Timewarp isn’t just a plug-in though. You can use the underlying technology directly on clips on the timeline by selecting Pixel Motion instead of the Frame Blending, which is useful if you want a clip to be extended to fit a fixed time rather than based on its content.
Instead of adding new effects, the upgrade focuses on expanding the number of Animation Presets (above), combinations of effects, animations, and masks with predefined output. Animation Presets were added in version 6.5, but this upgrade adds hundreds more.
The presets can be viewed through the newly-bundled Bridge browser, though we would have preferred to see previews within After Effects.
There’s a lack of cohesion to the Animation Presets system, especially when compared to Combustion’s Capsules. When applied, the underlying effects are just added to the Effect Control palette with all of their parameters listed, lacking the focused controls found within Capsules. You have to delete each effect manually if you change your mind, too.
More impressive is Auto Trace, which is similar to the tool added in Illustrator CS 2. This automatically traces outlines to create masks, working essentially as a vector-based version of a keying tool. There are keying-style tolerance controls and a choice of channels to work from.

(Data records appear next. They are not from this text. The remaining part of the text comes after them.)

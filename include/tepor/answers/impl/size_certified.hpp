#pragma once
// Sizing for a limit that the bad end of a bracket keeps.

#include <cmath>
#include <tepor/answers/bracket.hpp>
#include <tepor/answers/sized.hpp>
#include <tepor/answers/target.hpp>
#include <tepor/base/text.hpp>

namespace tepor::detail {

/// Sizes for a limit drawn in by what the bracket may be off, until its bad end keeps the limit itself.
/// `run(Target)` sizes, `make(value)` gives the body there.
template <class Run, class Make>
Sized size_certified(const Run& run, const Make& make, const Quantity& quantity, Target target,
                     const SizeOptions& options) {
    using Kind = Quantity::Kind;
    const Kind kind = quantity.kind();
    if (!target.limit())
        throw Error(ErrorCode::not_certifiable, quantity.label(),
                    text("size_for: certified_side needs a limit, at_most(", target.value, ") or at_least(",
                         target.value, "); a value to meet has no good side"));
    if (kind == Kind::hottest_in || kind == Kind::hottest_on || kind == Kind::coldest_in || kind == Kind::coldest_on)
        throw Error(ErrorCode::not_certifiable, quantity.label(),
                    text("size_for: no certified bound on the bad side of ", quantity.label(),
                         " exists; ask for a mean or a place"));
    const bool below = target.kind == Target::Kind::at_most;
    Target drawn_in = target;
    BracketOptions width;
    width.relative_width = options.certified_width;
    Index solves = 0;
    for (int pass = 0; pass < 8; ++pass) {
        Sized sized = run(drawn_in);
        if (pass == 0) solves = sized.solves;
        sized.solves = solves;
        if (!sized) return sized;
        const Bracket certain = bracket(make(sized.value), quantity, width);
        sized.lower = certain.lower;
        sized.upper = certain.upper;
        const double bad = below ? certain.upper : certain.lower;
        if (target.kept_by(bad)) {
            sized.message += text("; certified between ", certain.lower, " and ", certain.upper);
            return sized;
        }
        // a little more than the bracket says, so that the next pass ends on the good side
        const double gap = 1.05 * std::abs(bad - sized.reached) + 1e-12 * std::abs(target.value);
        drawn_in.value = target.value + (below ? -gap : gap);
    }
    throw Error(ErrorCode::not_converged, quantity.label(),
                text("size_for: the bad end of the bracket does not come to keep the limit ", target.value,
                     "; refine the mesh or widen the bounds"));
}

} // namespace tepor::detail
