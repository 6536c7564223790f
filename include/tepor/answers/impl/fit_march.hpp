#pragma once
// Fits of readings over time.

#include <cmath>
#include <memory>
#include <tepor/answers/fit_march.hpp>
#include <tepor/answers/impl/fit.hpp>
#include <tepor/answers/impl/march_fit_model.hpp>

namespace tepor {

namespace detail {

inline Fitted fit_march(const Body& body, const Initial& start, const MarchScheme& scheme,
                        const std::vector<FitBy>& parameters, const std::vector<TimedReading>& readings,
                        const FitOptions& options) {
    validate_fit(body, parameters, readings.size(), options);
    std::vector<LeastSquares::Datum> data;
    for (std::size_t i = 0; i < readings.size(); ++i) {
        validate_reading({readings[i].quantity, readings[i].value, readings[i].uncertainty, {}}, i);
        if (!(readings[i].time >= start.time()) || !std::isfinite(readings[i].time))
            throw Error(ErrorCode::outside, readings[i].quantity.label(),
                        text("fit: reading ", i + 1, " is of ", readings[i].time, " s, before the march starts at ",
                             start.time(), " s"));
        data.push_back({readings[i].value, readings[i].uncertainty});
    }
    MarchFitModel model(body, start, scheme, parameters, readings);
    LeastSquares squares(model, parameters, std::move(data), options);
    for (const FitBy& by : parameters) squares.p.push_back(body.value(by.parameter));
    squares.run();
    auto fitted = std::make_shared<Body>(body);
    for (std::size_t j = 0; j < parameters.size(); ++j) fitted->set(parameters[j].parameter, squares.p[j]);
    return FitAccess::make(parameters, squares, readings.size(), std::move(fitted),
                           std::make_shared<MarchFitRun>(start, scheme));
}

} // namespace detail

TEPOR_INLINE Fitted fit(const Body& body, const Initial& start, const Theta& steps,
                        const std::vector<FitBy>& parameters, const std::vector<TimedReading>& readings,
                        const FitOptions& options) {
    return detail::fit_march(body, start, steps, parameters, readings, options);
}

TEPOR_INLINE Fitted fit(const Body& body, const Initial& start, const Adaptive& steps,
                        const std::vector<FitBy>& parameters, const std::vector<TimedReading>& readings,
                        const FitOptions& options) {
    return detail::fit_march(body, start, steps, parameters, readings, options);
}

} // namespace tepor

There is also a whole host of minor additions, including HDV support, Flash video export and a new Script Editor.
After Effects 7.0 is a worthwhile upgrade for the UI improvements alone. There are a few niggles – the weak implementation of the Animation Presets system, occasional OpenGL-induced crash, and some strange page number errors in the manual – but After Effects is still the best overall compositing, motion graphics, and animation suite.